TASK DIRECTIONS :: Repeat only the stretch of lines below that runs from the line with "GaussianSmoother.smooth(Grid.wrap(geo, txx), orientationM);" through the line with "double num = w[0]", unaltered.
──────── INFORMATION
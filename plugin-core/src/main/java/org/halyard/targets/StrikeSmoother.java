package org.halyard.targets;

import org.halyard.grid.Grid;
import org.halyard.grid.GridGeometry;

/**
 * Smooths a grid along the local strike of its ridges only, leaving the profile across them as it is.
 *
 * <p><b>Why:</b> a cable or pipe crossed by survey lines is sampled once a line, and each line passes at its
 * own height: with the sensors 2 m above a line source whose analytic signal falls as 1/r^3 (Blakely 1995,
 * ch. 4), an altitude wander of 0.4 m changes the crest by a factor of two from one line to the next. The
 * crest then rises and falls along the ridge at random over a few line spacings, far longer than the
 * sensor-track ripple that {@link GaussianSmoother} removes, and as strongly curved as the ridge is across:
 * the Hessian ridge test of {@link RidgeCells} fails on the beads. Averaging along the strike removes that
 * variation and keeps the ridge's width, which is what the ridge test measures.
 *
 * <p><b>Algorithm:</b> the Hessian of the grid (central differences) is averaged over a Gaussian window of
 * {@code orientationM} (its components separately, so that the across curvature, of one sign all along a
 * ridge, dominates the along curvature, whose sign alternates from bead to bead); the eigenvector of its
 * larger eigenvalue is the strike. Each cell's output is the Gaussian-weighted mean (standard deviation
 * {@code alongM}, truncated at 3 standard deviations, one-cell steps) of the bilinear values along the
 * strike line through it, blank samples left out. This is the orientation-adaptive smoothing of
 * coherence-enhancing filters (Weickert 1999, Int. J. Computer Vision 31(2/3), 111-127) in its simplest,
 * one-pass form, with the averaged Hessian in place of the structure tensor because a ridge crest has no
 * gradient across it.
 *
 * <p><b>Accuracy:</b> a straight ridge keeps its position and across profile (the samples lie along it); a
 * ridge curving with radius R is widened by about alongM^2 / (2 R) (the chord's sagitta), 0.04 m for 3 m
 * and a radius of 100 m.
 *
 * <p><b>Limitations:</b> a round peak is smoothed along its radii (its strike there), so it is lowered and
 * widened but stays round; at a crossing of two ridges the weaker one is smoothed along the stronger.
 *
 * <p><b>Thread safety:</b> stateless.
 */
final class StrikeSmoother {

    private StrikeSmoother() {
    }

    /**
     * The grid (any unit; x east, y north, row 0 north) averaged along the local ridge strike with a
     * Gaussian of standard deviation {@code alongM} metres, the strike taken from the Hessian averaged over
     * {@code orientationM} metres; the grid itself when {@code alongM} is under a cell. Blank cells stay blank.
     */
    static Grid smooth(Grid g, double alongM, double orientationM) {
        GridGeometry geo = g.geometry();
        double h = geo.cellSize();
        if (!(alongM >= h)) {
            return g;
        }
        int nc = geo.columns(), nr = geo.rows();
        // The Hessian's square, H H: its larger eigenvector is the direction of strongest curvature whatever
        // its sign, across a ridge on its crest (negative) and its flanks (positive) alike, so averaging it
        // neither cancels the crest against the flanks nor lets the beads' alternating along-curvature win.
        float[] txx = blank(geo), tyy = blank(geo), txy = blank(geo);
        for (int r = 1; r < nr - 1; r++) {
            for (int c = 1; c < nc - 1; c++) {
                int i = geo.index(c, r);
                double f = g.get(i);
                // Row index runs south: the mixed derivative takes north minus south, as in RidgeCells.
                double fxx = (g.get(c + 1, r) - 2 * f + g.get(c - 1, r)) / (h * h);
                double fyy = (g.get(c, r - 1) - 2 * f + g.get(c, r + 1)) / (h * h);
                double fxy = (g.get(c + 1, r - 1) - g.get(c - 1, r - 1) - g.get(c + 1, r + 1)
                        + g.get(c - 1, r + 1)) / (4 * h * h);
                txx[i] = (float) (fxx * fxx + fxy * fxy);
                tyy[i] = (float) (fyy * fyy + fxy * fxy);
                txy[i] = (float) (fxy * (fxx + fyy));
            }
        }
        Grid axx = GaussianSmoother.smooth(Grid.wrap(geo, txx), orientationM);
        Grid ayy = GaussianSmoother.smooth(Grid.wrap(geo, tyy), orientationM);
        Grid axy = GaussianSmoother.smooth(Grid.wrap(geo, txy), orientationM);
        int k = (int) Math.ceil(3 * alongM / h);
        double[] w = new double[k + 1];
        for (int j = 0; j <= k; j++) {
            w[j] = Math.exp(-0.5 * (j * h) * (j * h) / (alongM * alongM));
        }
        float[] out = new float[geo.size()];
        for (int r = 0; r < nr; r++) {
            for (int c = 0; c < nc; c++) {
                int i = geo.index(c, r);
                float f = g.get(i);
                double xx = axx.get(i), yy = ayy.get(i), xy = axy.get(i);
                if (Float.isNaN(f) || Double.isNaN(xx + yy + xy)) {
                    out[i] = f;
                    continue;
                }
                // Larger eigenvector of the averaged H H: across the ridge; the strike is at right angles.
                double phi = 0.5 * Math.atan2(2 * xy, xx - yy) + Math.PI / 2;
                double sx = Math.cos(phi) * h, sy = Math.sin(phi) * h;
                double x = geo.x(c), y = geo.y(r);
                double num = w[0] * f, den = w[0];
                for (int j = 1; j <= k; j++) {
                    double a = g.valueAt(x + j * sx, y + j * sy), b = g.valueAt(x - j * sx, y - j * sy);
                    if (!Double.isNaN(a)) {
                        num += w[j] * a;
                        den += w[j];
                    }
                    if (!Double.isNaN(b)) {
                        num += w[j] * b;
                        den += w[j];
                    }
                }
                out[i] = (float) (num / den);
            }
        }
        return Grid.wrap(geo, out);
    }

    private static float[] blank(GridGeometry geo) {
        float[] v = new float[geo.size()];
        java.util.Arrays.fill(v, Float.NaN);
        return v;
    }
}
────────────────
──────── INFORMATION
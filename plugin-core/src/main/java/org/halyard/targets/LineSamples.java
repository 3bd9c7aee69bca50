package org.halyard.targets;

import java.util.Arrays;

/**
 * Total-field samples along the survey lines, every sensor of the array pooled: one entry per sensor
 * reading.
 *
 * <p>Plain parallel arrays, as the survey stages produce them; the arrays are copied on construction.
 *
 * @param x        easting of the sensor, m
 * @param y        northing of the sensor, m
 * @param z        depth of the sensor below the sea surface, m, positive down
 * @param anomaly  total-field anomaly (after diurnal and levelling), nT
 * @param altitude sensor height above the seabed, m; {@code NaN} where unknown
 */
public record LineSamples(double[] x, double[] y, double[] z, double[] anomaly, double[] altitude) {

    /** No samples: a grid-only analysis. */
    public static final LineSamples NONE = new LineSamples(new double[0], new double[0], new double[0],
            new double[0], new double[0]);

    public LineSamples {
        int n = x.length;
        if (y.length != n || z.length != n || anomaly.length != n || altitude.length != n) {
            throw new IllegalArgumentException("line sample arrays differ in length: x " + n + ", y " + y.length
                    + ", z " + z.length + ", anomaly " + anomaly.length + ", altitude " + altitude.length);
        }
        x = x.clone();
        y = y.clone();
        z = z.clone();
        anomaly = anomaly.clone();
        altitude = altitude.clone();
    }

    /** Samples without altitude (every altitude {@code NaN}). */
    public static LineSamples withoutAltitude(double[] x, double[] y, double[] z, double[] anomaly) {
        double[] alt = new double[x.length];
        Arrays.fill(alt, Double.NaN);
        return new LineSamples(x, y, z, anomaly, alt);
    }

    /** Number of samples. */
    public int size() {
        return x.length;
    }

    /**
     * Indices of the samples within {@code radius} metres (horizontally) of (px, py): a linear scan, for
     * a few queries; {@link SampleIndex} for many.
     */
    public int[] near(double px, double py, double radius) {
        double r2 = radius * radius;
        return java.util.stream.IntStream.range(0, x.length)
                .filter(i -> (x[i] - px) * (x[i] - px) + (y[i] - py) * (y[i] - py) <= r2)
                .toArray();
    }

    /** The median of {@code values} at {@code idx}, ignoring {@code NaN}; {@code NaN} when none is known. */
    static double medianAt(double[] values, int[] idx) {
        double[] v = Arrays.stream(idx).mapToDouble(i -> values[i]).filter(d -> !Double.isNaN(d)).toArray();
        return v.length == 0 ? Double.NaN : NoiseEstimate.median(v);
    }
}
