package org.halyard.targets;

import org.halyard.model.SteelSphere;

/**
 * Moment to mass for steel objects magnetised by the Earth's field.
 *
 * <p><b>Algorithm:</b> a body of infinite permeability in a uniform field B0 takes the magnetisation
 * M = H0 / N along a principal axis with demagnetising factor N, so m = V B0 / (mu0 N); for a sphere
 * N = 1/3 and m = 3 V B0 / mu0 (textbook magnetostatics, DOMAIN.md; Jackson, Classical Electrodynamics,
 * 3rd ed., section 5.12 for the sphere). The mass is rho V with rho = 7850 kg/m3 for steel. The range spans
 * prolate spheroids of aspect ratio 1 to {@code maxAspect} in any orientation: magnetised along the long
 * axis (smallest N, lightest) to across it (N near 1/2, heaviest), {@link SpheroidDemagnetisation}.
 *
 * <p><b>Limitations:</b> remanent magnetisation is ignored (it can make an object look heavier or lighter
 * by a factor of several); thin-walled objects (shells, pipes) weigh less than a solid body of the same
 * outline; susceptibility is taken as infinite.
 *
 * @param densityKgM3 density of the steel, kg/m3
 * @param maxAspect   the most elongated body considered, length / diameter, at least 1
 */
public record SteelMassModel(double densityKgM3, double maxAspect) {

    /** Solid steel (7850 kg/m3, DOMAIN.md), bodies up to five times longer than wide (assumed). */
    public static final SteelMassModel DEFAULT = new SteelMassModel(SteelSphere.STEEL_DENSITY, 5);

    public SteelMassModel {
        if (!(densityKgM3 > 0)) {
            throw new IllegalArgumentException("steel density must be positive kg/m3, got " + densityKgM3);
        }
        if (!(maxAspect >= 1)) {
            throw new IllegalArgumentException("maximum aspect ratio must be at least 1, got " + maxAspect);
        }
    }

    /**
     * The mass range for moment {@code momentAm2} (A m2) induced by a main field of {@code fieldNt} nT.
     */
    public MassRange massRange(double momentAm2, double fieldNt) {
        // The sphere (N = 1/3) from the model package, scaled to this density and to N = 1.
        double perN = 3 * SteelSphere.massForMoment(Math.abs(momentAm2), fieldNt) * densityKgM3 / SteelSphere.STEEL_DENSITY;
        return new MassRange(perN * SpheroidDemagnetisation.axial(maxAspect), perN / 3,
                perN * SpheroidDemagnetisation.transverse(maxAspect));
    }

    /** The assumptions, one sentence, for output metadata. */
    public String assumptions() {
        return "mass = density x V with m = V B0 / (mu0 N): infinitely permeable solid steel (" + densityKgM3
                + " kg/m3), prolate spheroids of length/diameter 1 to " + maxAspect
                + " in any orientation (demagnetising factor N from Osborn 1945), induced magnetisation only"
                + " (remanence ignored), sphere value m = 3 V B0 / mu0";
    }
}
────────────────
SOLUTION TO THE EXERCISE ::
        Grid axx = GaussianSmoother.smooth(Grid.wrap(geo, txx), orientationM);
        Grid ayy = GaussianSmoother.smooth(Grid.wrap(geo, tyy), orientationM);
        Grid axy = GaussianSmoother.smooth(Grid.wrap(geo, txy), orientationM);
        int k = (int) Math.ceil(3 * alongM / h);
        double[] w = new double[k + 1];
        for (int j = 0; j <= k; j++) {
            w[j] = Math.exp(-0.5 * (j * h) * (j * h) / (alongM * alongM));
        }
        float[] out = new float[geo.size()];
        for (int r = 0; r < nr; r++) {
            for (int c = 0; c < nc; c++) {
                int i = geo.index(c, r);
                float f = g.get(i);
                double xx = axx.get(i), yy = ayy.get(i), xy = axy.get(i);
                if (Float.isNaN(f) || Double.isNaN(xx + yy + xy)) {
                    out[i] = f;
                    continue;
                }
                // Larger eigenvector of the averaged H H: across the ridge; the strike is at right angles.
                double phi = 0.5 * Math.atan2(2 * xy, xx - yy) + Math.PI / 2;
                double sx = Math.cos(phi) * h, sy = Math.sin(phi) * h;
                double x = geo.x(c), y = geo.y(r);
                double num = w[0] * f, den = w[0];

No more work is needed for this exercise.